Vaccine and Drug Evaluation Centre, University of Manitoba, Winnipeg, Manitoba, Canada.
School of Health Information Science, University of Victoria, British Columbia, Canada.
Cancer Med. 2019 Sep;8(11):5367-5372. doi: 10.1002/cam4.2412. Epub 2019 Jul 16.

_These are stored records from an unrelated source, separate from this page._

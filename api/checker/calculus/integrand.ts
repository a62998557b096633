import type { Expr } from '../../../shared/maths/expression.ts';
import { lettersOf } from '../../../shared/maths/letters.ts';
import { sameExpr } from '../../../shared/maths/same.ts';
import type { CheckContext } from '../context.ts';
import * as Q from '../numbers/rational.ts';
import type { Rational } from '../numbers/rational.ts';
import {
  addExprs,
  callOf,
  divExprs,
  isZeroExpr,
  mulExprs,
  negateExpr,
  numberOf,
  oneExpr,
  powExprs,
  rationalExpr,
  rationalOf,
  zeroExpr,
} from './build.ts';
import { bodyOf } from './differentiate.ts';

/** A product: what does not depend on the letter, and bases to fractional powers. Exponentials are one base exp(u). */
export interface Factored {
  readonly coef: Expr;
  readonly factors: readonly Factor[];
}
export interface Factor {
  readonly base: Expr;
  readonly times: Rational;
}

export function isFree(expr: Expr, letter: string): boolean {
  return !lettersOf(expr).includes(letter);
}

/** Definitions and own functions written out, so that the letter of integration shows. */
export function writtenOut(
  expr: Expr,
  context: CheckContext,
  map: (expr: Expr, change: (node: Expr) => Expr) => Expr,
): Expr {
  return map(expr, (node) => (node.kind === 'apply' ? bodyOf(node, context) : node));
}

export function factorise(expr: Expr, letter: string): Factored {
  const factors: Factor[] = [];
  let coef: Expr = oneExpr;
  let exponent: Expr = zeroExpr;
  const visit = (node: Expr, times: Rational): void => {
    if (isFree(node, letter)) {
      coef = mulExprs(coef, powExprs(node, rationalExpr(times)));
      return;
    }
    switch (node.kind) {
      case 'product':
        return node.factors.forEach((factor) => visit(factor, times));
      case 'quotient':
        visit(node.numerator, times);
        return visit(node.denominator, Q.negate(times));
      case 'sum': {
        const [only] = node.terms;
        if (node.terms.length !== 1 || !only) break;
        if (only.sign === 'minus' && times.den === 1n) {
          if (times.num % 2n !== 0n) coef = negateExpr(coef);
          return visit(only.expr, times);
        }
        if (only.sign === 'plus') return visit(only.expr, times);
        break;
      }
      case 'power':
        return visitPower(node, times);
      case 'root': {
        const degree = node.degree ? rationalOf(node.degree) : Q.rational(2);
        if (!degree || degree.num < 1n || node.radicand.kind === 'product') break;
        return visit(node.radicand, Q.div(times, degree));
      }
      case 'call':
        if (node.name === 'exp' && node.args[0]) {
          exponent = addExprs(exponent, mulExprs(rationalExpr(times), node.args[0]));
          return;
        }
        break;
      default:
    }
    put(node, times);
  };
  const visitPower = (node: Extract<Expr, { kind: 'power' }>, times: Rational): void => {
    const value = rationalOf(node.exponent);
    // (x^2)^(1/2) is |x|: only whole powers are taken apart.
    if (
      value &&
      (value.den === 1n && times.den === 1n
        ? true
        : node.base.kind === 'letter' || (times.den === 1n && node.base.kind !== 'product'))
    ) {
      // The square root of x^2 is |x|; its cube root is x^(2/3) for every real x.
      if (node.base.kind === 'letter' && times.den % 2n === 0n && value.num % 2n === 0n) return put(node, times);
      return visit(node.base, Q.mul(value, times));
    }
    if (isFree(node.base, letter)) {
      const rate = node.base.kind === 'constant' && node.base.name === 'e' ? oneExpr : callOf('ln', node.base);
      exponent = addExprs(exponent, mulExprs(rationalExpr(times), rate, node.exponent));
      return;
    }
    put(node, times);
  };
  const put = (base: Expr, times: Rational): void => {
    const at = factors.findIndex((factor) => sameExpr(factor.base, base));
    if (at < 0) factors.push({ base, times });
    else factors[at] = { base, times: Q.add((factors[at] as Factor).times, times) };
  };
  visit(expr, Q.one);
  if (!isZeroExpr(exponent)) factors.push({ base: callOf('exp', exponent), times: Q.one });
  return { coef, factors: factors.filter(({ times }) => !Q.isZero(times)) };
}

export function multiplied({ coef, factors }: Factored): Expr {
  return mulExprs(coef, ...factors.map(({ base, times }) => powExprs(base, rationalExpr(times))));
}

const highestDegree = 40;

/** Coefficients of a polynomial in the letter, the constant first; null for anything else. */
export function polynomialIn(expr: Expr, letter: string): Expr[] | null {
  if (isFree(expr, letter)) return [expr];
  switch (expr.kind) {
    case 'letter':
      return [zeroExpr, oneExpr];
    case 'sum': {
      let total: Expr[] = [];
      for (const term of expr.terms) {
        const next = polynomialIn(term.expr, letter);
        if (!next || (term.sign !== 'plus' && term.sign !== 'minus')) return null;
        total = addCoefficients(total, term.sign === 'plus' ? next : next.map(negateExpr));
      }
      return trimmed(total);
    }
    case 'product': {
      let total: Expr[] | null = [oneExpr];
      for (const factor of expr.factors) {
        const next = polynomialIn(factor, letter);
        if (!next) return null;
        total = mulCoefficients(total, next);
        if (!total) return null;
      }
      return total;
    }
    case 'quotient': {
      const top = isFree(expr.denominator, letter) ? polynomialIn(expr.numerator, letter) : null;
      return top && top.map((coef) => divExprs(coef, expr.denominator));
    }
    case 'power': {
      const times = rationalOf(expr.exponent);
      const base =
        times && times.den === 1n && times.num >= 0n && times.num <= highestDegree
          ? polynomialIn(expr.base, letter)
          : null;
      if (!base || !times) return null;
      let total: Expr[] | null = [oneExpr];
      for (let k = 0n; k < times.num && total; k += 1n) total = mulCoefficients(total, base);
      return total;
    }
    default:
      return null;
  }
}

function addCoefficients(a: readonly Expr[], b: readonly Expr[]): Expr[] {
  return Array.from({ length: Math.max(a.length, b.length) }, (_, k) => addExprs(a[k] ?? zeroExpr, b[k] ?? zeroExpr));
}

export function mulCoefficients(a: readonly Expr[], b: readonly Expr[]): Expr[] | null {
  if (a.length + b.length > highestDegree + 2) return null;
  const result: Expr[] = Array.from({ length: a.length + b.length - 1 }, () => zeroExpr);
  a.forEach((x, i) => b.forEach((y, j) => (result[i + j] = addExprs(result[i + j] as Expr, mulExprs(x, y)))));
  return trimmed(result);
}

function trimmed(coefs: Expr[]): Expr[] {
  const result = [...coefs];
  while (result.length > 1 && isZeroExpr(result[result.length - 1] as Expr)) result.pop();
  return result;
}

export function polynomialExpr(coefs: readonly Expr[], of: Expr): Expr {
  return addExprs(...coefs.map((coef, k) => mulExprs(coef, k === 0 ? oneExpr : powExprs(of, numberOf(k)))));
}

/** Slope and constant of a linear expression whose slope is not zero. */
export function linearIn(expr: Expr, letter: string): { slope: Expr; constant: Expr } | null {
  const coefs = polynomialIn(expr, letter);
  return coefs?.length === 2 ? { slope: coefs[1] as Expr, constant: coefs[0] as Expr } : null;
}

const mostTerms = 60;

/** The terms of an integrand with polynomial products multiplied out. */
export function termsIn(expr: Expr, letter: string): Expr[] {
  switch (expr.kind) {
    case 'sum':
      return expr.terms.flatMap((term) => {
        const parts = termsIn(term.expr, letter);
        return term.sign === 'minus' ? parts.map(negateExpr) : parts;
      });
    case 'quotient':
      return termsIn(expr.numerator, letter).map((term) => divExprs(term, expr.denominator));
    case 'product': {
      let total: Expr[] = [oneExpr];
      for (const factor of expr.factors) {
        const parts = termsIn(factor, letter);
        if (total.length * parts.length > mostTerms) return [expr];
        total = total.flatMap((a) => parts.map((b) => mulExprs(a, b)));
      }
      return total;
    }
    case 'power': {
      const times = rationalOf(expr.exponent);
      const parts = times && times.den === 1n && times.num > 1n && times.num < 12n ? termsIn(expr.base, letter) : [];
      if (parts.length < 2 || !times || parts.length ** Number(times.num) > 4096) return [expr];
      let total: Expr[] = [oneExpr];
      for (let k = 0n; k < times.num; k += 1n) {
        total = total.flatMap((a) => parts.map((b) => mulExprs(a, b)));
        if (total.length > 400) return [expr];
      }
      return total;
    }
    default:
      return [expr];
  }
}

Several epidemiological studies have found an association between maternal antibiotics use during pregnancy and increased risk of certain cancer types, although conclusions differ between studies. We examined this association in a cohort study including 262 116 mother-child pairs of Manitoba births between 1996 and 2013. Maternal antibiotics use during prepregnancy (6 months prior to pregnancy) and pregnancy periods was assessed. Children's cancer incidence was tracked up to the end of the follow-up period (December 2015). We calculated incidence rate and used Cox regression to estimate adjusted hazard ratios (HRs). Antibiotics use during pregnancy was not associated with overall cancer (HR = 1.1, 95% confidence interval 0.9-1.4), leukemias (1.3, 0.9-1.8), or acute lymphocytic leukemia (1.1, 0.7-1.6). The association between antibiotics use and overall cancer risk differed by trimester: 1.5 (1.1-1.9) in the first, 0.8 (0.6-1.0) in the second, and 1.1 (0.8-1.5) in the third trimester. Further research is necessary to confirm the association between first-trimester exposure and cancer risk after a better controlling of confounding factors.
一些流行病学研究发现,母亲在怀孕期间使用抗生素与某些癌症类型的风险增加之间存在关联,但不同研究的结论存在差异。我们在一项队列研究中检验了这种关联,该研究纳入了 1996 年至 2013 年间曼尼托巴省出生的 262116 对母婴对。评估了母亲在怀孕前(怀孕前 6 个月)和怀孕期间使用抗生素的情况。追踪儿童癌症的发病情况,直至随访期结束(2015 年 12 月)。我们计算了发病率,并使用 Cox 回归估计了调整后的危险比(HR)。怀孕期间使用抗生素与总体癌症(HR=1.1,95%置信区间 0.9-1.4)、白血病(1.3,0.9-1.8)或急性淋巴细胞白血病(1.1,0.7-1.6)无关。抗生素使用与总体癌症风险之间的关联因孕期时间而异:第一孕期为 1.5(1.1-1.9),第二孕期为 0.8(0.6-1.0),第三孕期为 1.1(0.8-1.5)。需要进一步的研究来确认第一孕期暴露与癌症风险之间的关联,需要更好地控制混杂因素。